It should also be observed that the “serious” relationships Shakespeare creates are all neatly categorized by class and prominence within the cast. The successful relationships that survive to the end of the play are always comprised of characters that have partners within their own class, such as the matches made in the end with Titania and Oberon, Lysander and Hermia, and Demetrius and Helena. This is also demonstrated in The Merchant of Venice, in how Portia marries Bassanio, a nobleman, and his friend Gratiano marries Nerissa, her lady-in-waiting.
A contrasting view would be the disaster and suffering that Shakespeare bestows on his characters if they do, in fact, upset the order. Macbeth murders his liege and lord, Duncan, the King of Scotland and the devastating effect of this reverberates throughout the rest of the play. The rest of the characters feel its seismic ramifications on the universe as they go on and discuss amongst themselves the strange events that have started occurring; an owl kills a falcon and one of Duncan’s stately and well-trained horses eats another horse.
There are many more examples of this running rampant in Shakespeare’s other works, such as the tragedy that befalls the two young lovers in romeo and juliet when they disobey their parents and the tumultuous times that result when Brutus murders Caesar. Living during the English Renaissance meant a renewed interest in the Latin and Greek classics. In many of his plays, Shakespeare has incorporated pagan themes and characters. Texts like Venus and Adonis, Julius Caesar, and the Rape of Lucrece all have classical setting and characters.
As a schoolboy, Shakespeare would’ve studied the works of three Roman historians: Ovid, Livy and Plutarch, which he drew on extensively from. Because of the renewed interest in classical themes, it is no wonder that Shakespeare has such a strong classical basis in some of his plays. Borrowing themes from Plutarch, Shakespeare crafted Antony and Cleopatra. The poetry of the play resembled that of Plutarch’s translator, Sir Thomas North, so much that some have suspected plagiarism. Nevertheless, the emphasis Shakespeare places on Cleopatra and the focus she receives after Antony dies is enough to differentiate him from his source.
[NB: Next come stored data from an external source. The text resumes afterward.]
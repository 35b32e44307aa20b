// Box matching on small worked examples. Every expected number is computed by hand in the
// comments; none is taken from the code under test.
import { describe, expect, it } from 'vitest';
import {
	type TargetInput,
	applySwaps,
	checkBoxes,
	deriveTargets,
	forecast,
	forecastFromSupply,
	matchBoxes,
	suggestSubstitutes,
	summarizeMatching,
	supplyWithActuals,
	swapStep
} from '../../src/lib/planning/index';
import { forecastFromWeeklySupply } from '../../src/lib/planning/forecast';

// 2027-W24 is Mon 14 Jun – Sun 20 Jun 2027; W25 is 21–27 Jun (ISO 8601: W01 starts Mon 4 Jan 2027,
// 4 Jan + 23 × 7 days = 14 Jun).
const demand: TargetInput = {
	shareSizes: [
		{ id: 'full', members: 10, firstWeek: '2027-W24', lastWeek: '2027-W25' },
		{ id: 'half', members: 5, firstWeek: '2027-W24', lastWeek: '2027-W25' }
	],
	boxItems: [
		{ shareSizeId: 'full', week: '2027-W24', crop: 'carrot', quantity: 2 },
		{ shareSizeId: 'full', week: '2027-W24', crop: 'kale', quantity: 1 },
		{ shareSizeId: 'half', week: '2027-W24', crop: 'carrot', quantity: 1 },
		{ shareSizeId: 'full', week: '2027-W25', crop: 'kale', quantity: 1 }
	],
	channelDemand: []
};
const units: Record<string, string> = { carrot: 'lb', spinach: 'lb', kale: 'bunch', chard: 'bunch' };
const unitOf = (c: string): string | undefined => units[c];

// Supply, one figure per crop-week (a week-long planting yielding exactly that much).
const supply = [
	{ crop: 'carrot', week: '2027-W24', quantity: 20 },
	{ crop: 'kale', week: '2027-W24', quantity: 12 },
	{ crop: 'spinach', week: '2027-W24', quantity: 10 },
	{ crop: 'chard', week: '2027-W24', quantity: 8 },
	{ crop: 'kale', week: '2027-W25', quantity: 12 }
];

function rowsFor(input: TargetInput) {
	return forecastFromSupply(supply, deriveTargets(input));
}

describe('matchBoxes', () => {
	const rows = rowsFor(demand);
	const boxes = matchBoxes(rows, demand);

	it('gives each item its supply, need and fill', () => {
		// Carrot W24 demand = 10 × 2 + 5 × 1 = 25 lb; supply 20 lb → fill 20 / 25 = 0.8, short.
		// Kale W24 demand = 10 × 1 = 10 bunches; supply 12 → fill 1.
		expect(boxes.map((b) => `${b.week} ${b.shareSizeId}`)).toEqual(['2027-W24 full', '2027-W24 half', '2027-W25 full']);
		const [full24, half24, full25] = boxes;
		const carrot = full24.items.find((i) => i.crop === 'carrot')!;
		expect(carrot.need).toBe(20); // 10 members × 2 lb
		expect(carrot.demand).toBeCloseTo(25, 9);
		expect(carrot.supply).toBeCloseTo(20, 9);
		expect(carrot.fill).toBeCloseTo(0.8, 9);
		expect(carrot.short).toBe(true);
		expect(full24.items.find((i) => i.crop === 'kale')!.fill).toBe(1);
		// Full box W24 = mean(0.8, 1) = 0.9; half box W24 = carrot only = 0.8; full W25 = kale 12 ≥ 10 → 1.
		expect(full24.fill).toBeCloseTo(0.9, 9);
		expect(half24.fill).toBeCloseTo(0.8, 9);
		expect(half24.items[0].need).toBe(5); // 5 members × 1 lb
		expect(full25.fill).toBe(1);
		expect(boxes.map((b) => b.fillable)).toEqual([false, false, true]);
	});

	it('agrees with checkBoxes on which boxes fill', () => {
		const checks = checkBoxes(rows, demand);
		expect(checks.map((c) => [c.week, c.shareSizeId, c.fillable])).toEqual(
			boxes.map((b) => [b.week, b.shareSizeId, b.fillable])
		);
	});

	it('summarises the season', () => {
		const s = summarizeMatching(boxes, rows);
		// 3 boxes, 1 fills; weeks W24 (two short boxes) and W25 (fills) → 1 of 2.
		expect([s.boxes, s.boxesFilled, s.weeks, s.weeksFilled]).toEqual([3, 1, 2, 1]);
		// (0.9 + 0.8 + 1) / 3 = 0.9
		expect(s.averageFill).toBeCloseTo(0.9, 9);
		// Surplus: spinach 10 − 0 = 10 lb; chard 8 bunches; kale (12 − 10) + (12 − 10) = 4; carrot none.
		expect(s.surplusByCrop.map((x) => [x.crop, Math.round(x.surplus * 1e6) / 1e6])).toEqual([
			['spinach', 10],
			['chard', 8],
			['kale', 4]
		]);
	});
});

describe('suggestSubstitutes', () => {
	const rows = rowsFor(demand);
	const [full24, half24] = matchBoxes(rows, demand);

	it('offers surplus crops of the same unit, sized to close the shortfall', () => {
		// Carrot short 25 − 20 = 5 lb. Through the full share: 5 lb ÷ 10 members = 0.5 lb per box
		// (a multiple of the 0.25 lb step, under the 2 lb in the box). Spinach surplus 10 lb ÷ 10 = 1 lb
		// a box at most → 0.5 lb, and 10 × 0.5 = 5 lb covers the shortfall. Chard and kale are bunches: left out.
		const carrot = full24.items.find((i) => i.crop === 'carrot')!;
		expect(suggestSubstitutes(rows, full24, carrot, unitOf)).toEqual([
			{ crop: 'spinach', quantity: 0.5, fromQuantity: 0.5, byValue: false, surplus: 10, covers: true }
		]);
		// Through the half share: 5 lb ÷ 5 members = 1 lb, the whole item; spinach 10 ÷ 5 = 2 lb at most → 1 lb.
		expect(suggestSubstitutes(rows, half24, half24.items[0], unitOf)).toEqual([
			{ crop: 'spinach', quantity: 1, fromQuantity: 1, byValue: false, surplus: 10, covers: true }
		]);
	});

	it('cuts the quantity to what the surplus gives every member, and says when it does not cover', () => {
		// Spinach only 3 lb in surplus: 3 ÷ 10 = 0.3 → 0.25 lb per box (step 0.25, rounded down);
		// 10 × 0.25 = 2.5 lb < 5 lb short → does not cover.
		const lean = forecastFromSupply(
			supply.map((s) => (s.crop === 'spinach' ? { ...s, quantity: 3 } : s)),
			deriveTargets(demand)
		);
		const box = matchBoxes(lean, demand)[0];
		const carrot = box.items.find((i) => i.crop === 'carrot')!;
		expect(suggestSubstitutes(lean, box, carrot, unitOf)).toEqual([
			{ crop: 'spinach', quantity: 0.25, fromQuantity: 0.25, byValue: false, surplus: 3, covers: false }
		]);
		expect(swapStep('bunch')).toBe(1);
	});

	it('suggests nothing for an item that fills', () => {
		const kale = full24.items.find((i) => i.crop === 'kale')!;
		expect(suggestSubstitutes(rows, full24, kale, unitOf)).toEqual([]);
	});

	it('offers crops of another unit sized by value when both have a price per harvest unit', () => {
		// Prices (invented): carrot $2.00/lb, spinach $6.00/lb, chard $3.00/bunch, kale none.
		const prices: Record<string, number> = { carrot: 2, spinach: 6, chard: 3 };
		const priceOf = (c: string): number | undefined => prices[c];
		const carrot = full24.items.find((i) => i.crop === 'carrot')!;
		const out = suggestSubstitutes(rows, full24, carrot, unitOf, 3, priceOf);
		// Spinach (same unit) comes first, as before. Chard: the 0.5 lb carrot wanted per box is worth
		// 0.5 × $2 = $1.00 → $1.00 ÷ $3 = 0.33 bunch → rounded to the bunch step, at least 1 bunch.
		// Chard surplus 8 bunches ÷ 10 members = 0.8 → 0 whole bunches a box: left out.
		expect(out.map((s) => s.crop)).toEqual(['spinach']);
		// Half share, 5 members: carrot wanted 1 lb a box = $2.00 → 0.67 bunch → 1 bunch; chard 8 ÷ 5 = 1.6 → 1 a box.
		// One bunch ($3.00) replaces $3.00 of carrot = 1.5 lb, capped at the 1 lb in the box; 5 × 1 = 5 lb covers the 5 lb short.
		const half = suggestSubstitutes(rows, half24, half24.items[0], unitOf, 3, priceOf);
		expect(half.find((s) => s.crop === 'chard')).toEqual({
			crop: 'chard',
			quantity: 1,
			fromQuantity: 1,
			byValue: true,
			surplus: 8,
			covers: true
		});
		// Without a price on either crop, no crop of another unit is offered.
		expect(
			suggestSubstitutes(rows, half24, half24.items[0], unitOf, 3, (c) => (c === 'chard' ? undefined : prices[c])).map(
				(s) => s.crop
			)
		).toEqual(['spinach']);
	});
});

describe('short threshold', () => {
	it('flags an item short only under the fill the share manager sets', () => {
		// Carrot W24 fill = 20 ÷ 25 = 0.8 (see above). Under a 95 % threshold: short. Under 80 %: not short
		// (0.8 is not below 0.8). Kale fills completely either way.
		const rows = rowsFor(demand);
		const at95 = matchBoxes(rows, demand, { shortBelow: 0.95 })[0].items.find((i) => i.crop === 'carrot')!;
		const at80 = matchBoxes(rows, demand, { shortBelow: 0.8 })[0].items.find((i) => i.crop === 'carrot')!;
		expect(at95.short).toBe(true);
		expect(at80.short).toBe(false);
		expect(matchBoxes(rows, demand, { shortBelow: 0.8 })[0].fillable).toBe(true);
		// A 99 % fill is not flagged under 95 %: 24.75 lb of 25.
		const nearly = forecastFromSupply(
			supply.map((s) => (s.crop === 'carrot' ? { ...s, quantity: 24.75 } : s)),
			deriveTargets(demand)
		);
		expect(matchBoxes(nearly, demand, { shortBelow: 0.95 })[0].items.find((i) => i.crop === 'carrot')!.short).toBe(
			false
		);
		expect(matchBoxes(nearly, demand)[0].items.find((i) => i.crop === 'carrot')!.short).toBe(true);
	});
});

describe('applySwaps', () => {
	it('moves the swapped quantity, and the fill follows', () => {
		const swapped = applySwaps(demand, [
			{ shareSizeId: 'full', week: '2027-W24', fromCrop: 'carrot', toCrop: 'spinach', quantity: 0.5 }
		]);
		const full24 = swapped.boxItems.filter((b) => b.shareSizeId === 'full' && b.week === '2027-W24');
		// 2 − 0.5 = 1.5 lb carrot; 0.5 lb spinach added; kale unchanged.
		expect(full24.map((b) => [b.crop, b.quantity]).sort()).toEqual([
			['carrot', 1.5],
			['kale', 1],
			['spinach', 0.5]
		]);
		const boxes = matchBoxes(rowsFor(swapped), swapped);
		// Carrot demand = 10 × 1.5 + 5 × 1 = 20 lb = supply → fill 1; spinach 10 × 0.5 = 5 lb ≤ 10 → 1.
		// Full box W24 = mean(1, 1, 1) = 1, half box W24 = 1 (carrot now fully supplied).
		expect(boxes.map((b) => b.fill)).toEqual([1, 1, 1]);
		expect(summarizeMatching(boxes, rowsFor(swapped)).weeksFilled).toBe(2);
		// The original input is untouched.
		expect(demand.boxItems[0].quantity).toBe(2);
	});

	it('swaps into a crop of another unit by the confirmed quantity, in proportion to what moved', () => {
		// 1 lb carrot out of the half box, 1 bunch chard in (the quantity the share manager confirmed).
		const swapped = applySwaps(demand, [
			{ shareSizeId: 'half', week: '2027-W24', fromCrop: 'carrot', toCrop: 'chard', quantity: 1, toQuantity: 1 }
		]);
		expect(swapped.boxItems.filter((b) => b.shareSizeId === 'half').map((b) => [b.crop, b.quantity])).toEqual([
			['chard', 1]
		]);
		// Asking 2 lb → 2 bunches from a box holding 1 lb moves 1 lb, so 1 bunch (2 × 1 ÷ 2) arrives.
		const capped = applySwaps(demand, [
			{ shareSizeId: 'half', week: '2027-W24', fromCrop: 'carrot', toCrop: 'chard', quantity: 2, toQuantity: 2 }
		]);
		expect(capped.boxItems.filter((b) => b.shareSizeId === 'half').map((b) => [b.crop, b.quantity])).toEqual([
			['chard', 1]
		]);
	});

	it('never moves more than the box holds', () => {
		// Asking for 5 lb of a 2 lb item moves 2 lb: carrot leaves the box, spinach 2 lb arrives.
		const swapped = applySwaps(demand, [
			{ shareSizeId: 'full', week: '2027-W24', fromCrop: 'carrot', toCrop: 'spinach', quantity: 5 }
		]);
		const full24 = swapped.boxItems.filter((b) => b.shareSizeId === 'full' && b.week === '2027-W24');
		expect(full24.map((b) => [b.crop, b.quantity]).sort()).toEqual([
			['kale', 1],
			['spinach', 2]
		]);
	});
});

describe('supplyWithActuals', () => {
	// p1: carrot 14 lb a week over W24–W25 (Mon 14 Jun – Sun 27 Jun, 2 lb a day);
	// p2: carrot 7 lb a week in W24 only.
	const plantings = [
		{ key: 'p1', crop: 'carrot', firstHarvest: '2027-06-14', lastHarvest: '2027-06-27', weeklyYield: 14 },
		{ key: 'p2', crop: 'carrot', firstHarvest: '2027-06-14', lastHarvest: '2027-06-20', weeklyYield: 7 }
	];
	it('replaces a logged planting-week before the current week, and keeps the rest forecast', () => {
		const actuals = [
			{ key: 'p1', crop: 'carrot', date: '2027-06-16', quantity: 9 },
			{ key: 'p1', crop: 'carrot', date: '2027-06-18', quantity: 3 },
			// W25 is the current week: not yet replaced.
			{ key: 'p1', crop: 'carrot', date: '2027-06-22', quantity: 30 }
		];
		const { supply: s, actual } = supplyWithActuals(plantings, actuals, '2027-W25');
		const w = Object.fromEntries(s.map((x) => [x.week, x.quantity]));
		// W24: p1 logged 9 + 3 = 12 instead of its 14, p2 still forecast 7 → 19. W25: p1 forecast 14.
		expect(w['2027-W24']).toBeCloseTo(19, 9);
		expect(w['2027-W25']).toBeCloseTo(14, 9);
		expect([...actual].map((k) => k.split('\u0000').join(' '))).toEqual(['carrot 2027-W24']);
	});
	it('counts harvests of a planting that is no longer forecast', () => {
		const { supply: s } = supplyWithActuals(
			[],
			[{ key: 'p9', crop: 'beet', date: '2027-06-15', quantity: 4 }],
			'2027-W30'
		);
		expect(s).toEqual([{ crop: 'beet', week: '2027-W24', quantity: 4 }]);
	});
	it('feeds forecast(): the same totals as forecasting the plantings directly', () => {
		// No actuals: W24 = 14 + 7 = 21, W25 = 14, as forecast() gives.
		const direct = forecast(plantings, []);
		const via = forecastFromSupply(supplyWithActuals(plantings, [], '2027-W01').supply, []);
		expect(via.map((r) => [r.week, Math.round(r.supply * 1e9) / 1e9])).toEqual([
			['2027-W24', 21],
			['2027-W25', 14]
		]);
		expect(direct.map((r) => r.week)).toEqual(via.map((r) => r.week));
	});
});

describe('forecastFromWeeklySupply (the forecast route joins supply with targets in one pass)', () => {
	it('joins weekly supply with targets, by hand', () => {
		// Targets: carrot W24 = 10 × 2 + 5 × 1 = 25, kale W24 = 10 × 1 = 10, kale W25 = 10 × 1 = 10.
		// Carrot 20 − 25 → 5 short; kale W24 12 − 10 → 2 over; kale W25 has no supply → 10 short;
		// spinach 10 with no demand → 10 over; chard 0 is no supply and no demand → no row.
		const weekly = [
			{ crop: 'spinach', week: '2027-W24', quantity: 10 },
			{ crop: 'carrot', week: '2027-W24', quantity: 20 },
			{ crop: 'chard', week: '2027-W24', quantity: 0 },
			{ crop: 'kale', week: '2027-W24', quantity: 12 }
		];
		const rows = forecastFromWeeklySupply(weekly, deriveTargets(demand));
		expect(
			rows.map((r) => [
				r.crop,
				r.week,
				Math.round(r.supply * 1e9) / 1e9,
				r.demand,
				Math.round(r.shortfall * 1e9) / 1e9,
				Math.round(r.surplus * 1e9) / 1e9
			])
		).toEqual([
			['carrot', '2027-W24', 20, 25, 5, 0],
			['kale', '2027-W24', 12, 10, 0, 2],
			['kale', '2027-W25', 0, 10, 10, 0],
			['spinach', '2027-W24', 10, 0, 0, 10]
		]);
	});
	it('gives forecastFromSupply’s rows to the last bit, awkward fractions included', () => {
		// Quantities that are not multiples of 7 (q ÷ 7 × 7 need not be q in floating point).
		const odd = [0.1, 0.3, 1 / 3, 2.675, 19.999999, 1e-7, 123456.789].flatMap((q, i) => [
			{ crop: `c${i % 3}`, week: `2027-W${String(20 + i).padStart(2, '0')}`, quantity: q },
			{ crop: `c${(i + 1) % 3}`, week: '2027-W30', quantity: q * 3 }
		]);
		const targets = [
			{ crop: 'c1', week: '2027-W30', quantity: 0.7 },
			{ crop: 'c9', week: '2027-W01', quantity: 0 }
		];
		expect(forecastFromWeeklySupply(odd, targets)).toEqual(forecastFromSupply(odd, targets));
	});
	it('refuses a negative target naming it, as forecast() does', () => {
		expect(() => forecastFromWeeklySupply([], [{ crop: 'kale', week: '2027-W24', quantity: -1 }])).toThrow(
			/targets\[0\]\.quantity/
		);
	});
});
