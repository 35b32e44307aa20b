// The planting grid on a metric farm: lengths show in metres and spacing in centimetres, what is
// typed or pasted in them is kept in feet and inches, and the explain panel speaks the same units.
// Source: NIST Handbook 44, Appendix C (1 ft = 0.3048 m, 1 in = 2.54 cm, 1 lb = 0.453 592 37 kg).
import { describe, expect, it } from 'vitest';
import { columnById, readCell, type Lookups } from '../../src/lib/components/grid/columns';
import { rowFromView } from '../../src/lib/components/grid/rows';
import { explainInFarmUnits } from '../../src/lib/components/grid/explain-units';
import { deriveRow, type GridFarm, type GridVariety } from '../../src/lib/plantings/derive';
import type { PlantingView } from '../../src/lib/types';
import { carrot as baseCarrot, planting } from '../helpers/grid-fixture';

// One seed a spot, so the seed steps read simply.
const carrot: GridVariety = { ...baseCarrot, seedsPerSpot: 1 };
const farm: GridFarm = {
	lastSpringFrost: '2026-05-10',
	firstFallFrost: '2026-10-05',
	latitude: 42,
	turnaroundDays: 7,
	bedFootIncrement: 1
};
const view: PlantingView = planting(1, {
	startFt: 10,
	lengthFt: 30,
	seedsPerSpot: 1,
	expectedYield: 45,
	seedsNeeded: 0
});

const lookups = (units: 'metric' | 'imperial'): Lookups => ({
	varieties: [carrot],
	varietyById: new Map([[1, carrot]]),
	beds: [{ id: 10, name: 'B1', blockId: 1, blockName: 'North', lengthFt: 100 }],
	bedById: new Map([[10, { id: 10, name: 'B1', blockId: 1, blockName: 'North', lengthFt: 100 }]]),
	units
});
const row = rowFromView(view, new Map([[1, carrot]]), farm);
const col = (id: string) => columnById.get(id)!;

describe('the grid on a metric farm', () => {
	it('shows lengths in metres and spacing in centimetres', () => {
		// 30 ft × 0.3048 = 9.144 m → 9.14; 10 ft = 3.048 m → 3.05; 1 in = 2.54 cm.
		expect(col('lengthFt').show(row, lookups('metric'))).toBe('9.14 m');
		expect(col('startFt').show(row, lookups('metric'))).toBe('3.05 m');
		expect(col('spacing').show(row, lookups('metric'))).toBe('2.54 cm');
		expect(col('lengthFt').show(row, lookups('imperial'))).toBe('30 ft');
	});

	it('keeps a typed or pasted metre and centimetre figure in feet and inches', () => {
		// 9.144 m ÷ 0.3048 = 30 ft; "3.048 m" pasted with its unit = 10 ft; 5.08 cm ÷ 2.54 = 2 in.
		expect(readCell(col('lengthFt'), '9.144', row, lookups('metric'))).toMatchObject({ ok: true, value: 30 });
		expect(readCell(col('lengthFt'), '3.048 m', row, lookups('metric'))).toMatchObject({ ok: true, value: 10 });
		expect(readCell(col('spacing'), '5.08', row, lookups('metric'))).toMatchObject({ ok: true, value: 2 });
		// An imperial farm types feet as before.
		expect(readCell(col('lengthFt'), '25', row, lookups('imperial'))).toMatchObject({ ok: true, value: 25 });
	});

	it('explains expected yield in kg per bed-metre', () => {
		const d = deriveRow(row.values, carrot, farm, true);
		if (!d.ok) throw new Error(d.message);
		const steps = explainInFarmUnits(d.value.explain, carrot, row.values, 'metric');
		const y = steps.find((s) => s.label === 'expected yield')!;
		// 30 ft × 1.5 lb/ft = 45 lb = 20.41 kg; 1.5 lb/ft = 1.5 × 0.45359237 ÷ 0.3048 = 2.23 kg/m.
		expect(y.value).toBeCloseTo(20.41, 2);
		expect(y.unit).toBe('kg');
		expect(y.formula).toBe('9.14 m × 2.23 per bed-metre over the window');
		const seedWeight = steps.find((s) => s.label === 'seed weight')!;
		expect(seedWeight.unit).toBe('g');
		const imperial = explainInFarmUnits(d.value.explain, carrot, row.values, 'imperial');
		// Seed in ounces on an imperial farm: 776.03 seeds/g × 28.349523125 = 22,000.080 seeds/oz.
		expect(imperial.find((s) => s.label === 'seed weight')!.formula).toContain('22,000.08 per oz');
		// The yields name the crop's harvest unit in either system: 30 ft × 1.5 lb/ft = 45 lb.
		expect(imperial.find((s) => s.label === 'expected yield')).toMatchObject({ value: 45, unit: 'lb' });
	});
});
A Midsummer’s Night Dream is set in Athens, and one of the major stories in the play is centered around the bumbling mechanicals hurrying to put on their version of “The Most Lamentable Comedy and Most Cruel Death of Pyramus and Thisbe” as entertainment for the Duke of Athens’ wedding. This play is the inspiration that Shakespeare most likely used to write Romeo and Juliet, as it is also the tale of a pair of young lovers who, going against their parents’ will, fall in love and attempt to escape together but wind up in a double suicide as a result of a misunderstanding.
The story of Pyramus and Thisbe was originally from Ovid’s Metamorphoses, who wrote it some 1,500 years before. Another thing is that Shakespeare frequently used the archetypal tragic hero, a staple persona within classical literature described by Socrates as “that of a man who is not eminently good and just, yet whose misfortune is brought about not by vice or depravity but by some error or frailty…” (Daniel 739). Two of Shakespeare’s greatest tragedies, Macbeth and King Lear, both contain a tragic hero as their main character.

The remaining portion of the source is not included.